Tuesday, March 23, 2010

Cash and politicians

Funny how history repeats itself. In the mid 1990s the Conservative Party had been in power for over 15 years. It was running out of the drive to govern that characterises parties in their opposition years and in the early years of government. It was beset by scandals in which the disdain of certain ministers and members of parliament for normal standards of morality was clear. The prevailing attitude exuded by some was that "We are the natural party of government and we can do what we like. We are the law". When Labour won its landslide victory in 1997 there was a sense of a radical change in the political atmosphere. A party obsessed with money and the casual destruction of the common property of the country (e.g. the railways) was out. The incomers were unsullied and uncorrupted.
Or so we thought.
Now, with the expenses scandal (that covers all parties), with the astonishing perfidy of Tony Blair in taking this country to war in order to get rich personally on the US lecture circuit and through dubious political contacts (for no other explanation of the facts seems to fit) and with the news this week that some ex-ministers are hawking their favours to any lobbyist with a few thousand pounds to spare, we are close to stepping back 13 years. Then, the word "sleaze" was shorthand for the corruption of the Tories. Now it seems that the "new" Labour party is falling headlong into the same trap. And it really is the same trap. Cash for questions then, cash for lobbying now. Exposure by investigate journalists. Suspension of the offenders from their parties. The questions left hanging in the air over everyone else.

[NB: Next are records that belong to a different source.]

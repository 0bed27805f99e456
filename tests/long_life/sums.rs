//! Sums that grow for as long as a run does, or a life.

use brimline::{Circuit, Converter, Mode, Noise, Policy, Sample, Setup, Temperature, TemperatureLaw, Trust};

use crate::noise::{Bits, NOISE_VAR};
use crate::script::{CIRCUIT, CONVERTER, COULOMBS_PER_COUNT, NOISE, POLICY, STEP, Script};

/// Resets in a run: each adds its variance, the eight millionth as the first.
#[test]
fn every_reset_adds_its_variance_however_many_there_were() {
    let setup = Setup::new(CIRCUIT, CONVERTER, NOISE, Policy { edge_samples: 2, ..POLICY });
    let mut script = Script::new(&setup);
    (script.drift, script.noisy) = (0.0, false);
    script.zero(1000);
    // As short as a segment can be.
    let mut variance_after = |from: u32, to: u32| {
        for _ in from..to {
            script.sample(Mode::Integrate, STEP);
            script.sample(Mode::Integrate, STEP);
            script.reset(1, 0.0);
        }
        script.notices.clear();
        let u = script.reading().at_stop.budget.dead_time.as_coulombs() / COULOMBS_PER_COUNT;
        u * u / f64::from(to)
    };
    let few = variance_after(0, 1 << 10);
    let end = if cfg!(debug_assertions) { 15 } else { 23 };
    let mut at = 1 << 10;
    for power in 11..=end {
        let many = variance_after(at, 1 << power);
        at = 1 << power;
        assert!((many / few - 1.0).abs() < 0.01, "after 2^{power} resets {many} each, {few} at first");
    }
}

/// A leak, and slow samples: the readout noise of each leaks as much as that of any other, so that the variance grows
/// with the time.
#[test]
fn noise_that_leaks_adds_up_for_as_long_as_the_run_lasts() {
    let circuit = Circuit { leak_time_constant_s: Some(1e6), ..CIRCUIT };
    let policy = Policy { gap_limit_s: 20.0, worst_input: None, frozen_samples: 0, ..POLICY };
    let setup = Setup::new(circuit, CONVERTER, NOISE, policy);
    let mut script = Script::new(&setup);
    script.drift = 0.0;
    script.zero(1000);
    let mut leaked = |days: u32| {
        for _ in 0..days * 8640 {
            script.sample(Mode::Integrate, 10_000_000);
        }
        script.reading().at_stop.budget.leak_and_soakage.as_coulombs().powi(2)
    };
    let early = leaked(20);
    let late = leaked(180);
    assert!((late / early - 10.0).abs() < 0.1, "{} times as much after ten times as long", late / early);
}

/// A leak whose time constant is ten samples long, and a reset every dozen: what the level bends by between samples is
/// booked in every run of a life, not only in the first.
#[test]
fn bends_are_booked_in_every_run() {
    let tau_s = 0.1;
    let circuit = Circuit {
        leak_time_constant_s: Some(tau_s),
        rail_low_v: -530.0,
        rail_high_v: 530.0,
        bias_limit_a: 0.0,
        offset_limit_v: 0.0,
        ..CIRCUIT
    };
    let converter = Converter { lsb_v: 1e-6, code_min: -(1 << 29), code_max: 1 << 29, ..CONVERTER };
    let policy = Policy { worst_input: None, edge_samples: 2, ..POLICY };
    let setup = Setup::new(circuit, converter, Noise::NONE, policy);
    let mut script = Script::new(&setup);
    (script.drift, script.noisy) = (0.0, false);
    let full = 5e8;
    let kept = (-0.01 / tau_s).exp();
    let (mut first, mut last) = (None, 0.0);
    for _ in 0..5 {
        script.reset(2, 0.0).zero(3);
        let cycles = if cfg!(debug_assertions) { 5_000 } else { 50_000 };
        for _ in 0..cycles {
            script.reset(2, 0.0);
            let mut level = 0.0;
            for _ in 0..12 {
                level = full + (level - full) * kept;
                script.sample_of(Mode::Integrate, STEP, level as i32);
            }
        }
        script.notices.clear();
        let per_cycle = script.reading().at_stop.integral.value.as_coulombs() / f64::from(cycles);
        first.get_or_insert(per_cycle);
        last = per_cycle;
        script.reset(2, 0.0).zero(3);
    }
    let Some(first) = first else { panic!("there were runs") };
    assert!((last / first - 1.0).abs() < 1e-6, "{last:e} a cycle in the last run, {first:e} in the first");
}

/// A run in which the board is 30 K warmer than at its zeros, for a hundred days and with a fast counter.
#[test]
fn warmth_counts_for_as_long_as_the_run_lasts() {
    let circuit = Circuit { temperature_law: TemperatureLaw::Offset { limit_v_per_k: 1e-4 }, ..CIRCUIT };
    let converter = Converter { tick_hz: 84e6, ..CONVERTER };
    let policy = Policy { gap_limit_s: 24.0, worst_input: None, frozen_samples: 0, ..POLICY };
    let noise = Noise { readout_counts: NOISE_VAR.sqrt(), ..Noise::NONE };
    let setup = Setup::new(circuit, converter, noise, policy);
    let mut script = Script::new(&setup);
    // 0.02 counts/s for each kelvin.
    let drift = |kelvin: i32| 0.02 * f64::from(kelvin);
    let (mut level, mut bits) = (0.0_f64, Bits::seeded(4));
    let mut sample = |script: &mut Script<'_>, mode, seconds: f64, kelvin: i32, input: f64| {
        level += (drift(kelvin) + input) * seconds;
        script.tick = script.tick.wrapping_add((seconds * 84e6) as u32);
        let noise = bits.noise_q32() as f64 / 4_294_967_296.0;
        let temperature = Some(Temperature::from_millidegrees_celsius(25_000 + 1000 * kelvin));
        let counts = (level + noise).round() as i32;
        script.channel.feed(Sample { tick: script.tick, counts, mode, temperature });
    };
    for k in 0..60_000 {
        // Warmer by 30 K and back, by 1 K in 20 s.
        sample(&mut script, Mode::Zero, 0.1, 30 - (k / 200 % 60 - 30_i32).abs(), 0.0);
    }
    sample(&mut script, Mode::Zero, 0.1, 0, 0.0);
    let days = 100.0;
    let steps = (days * 86_400.0 / 20.0) as u32;
    for _ in 0..steps {
        // The input takes off what the drift adds: the level stands.
        sample(&mut script, Mode::Integrate, 20.0, 30, -drift(30));
    }
    let reading = script.reading();
    let integral = reading.at_stop.integral;
    let counts = integral.value.as_coulombs() / COULOMBS_PER_COUNT;
    let truth = drift(30) * days * 86_400.0;
    let u = integral.u.as_coulombs() / COULOMBS_PER_COUNT;
    assert_eq!(reading.trust, Trust::Good, "{:?}", reading.reasons);
    assert!((counts - truth).abs() < 4.0 * u && u < 0.05 * truth, "{counts} for {truth}, u {u}");
}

Britain is not a corrupt country. I have been driving for more than 40 years and have never once been stopped by the police in circumstances where a bribe would let me go freely on my way, Actually I have only ever been stopped twice, once when they were stopping everyone who looked young to ask if they were driving their own car, once when an alert officer spotted that my MG sports car lacked a road tax disc (I was racing up the M4 at all of 60mph with the roof down and it had blown off the windscreen). But I digress. We are lucky to have a fundamentally sound civil service and a free press. Our politicians sell themselves for amounts that would be considered pathetically small in some countries. Yet corruption is still corruption and they will pay for it at the next election. All we can say with certainty is that if Cameron's lot get in for a period of more than 10 years then we can expect another round of scandals around the year 2022. Don't say I didn't warn you.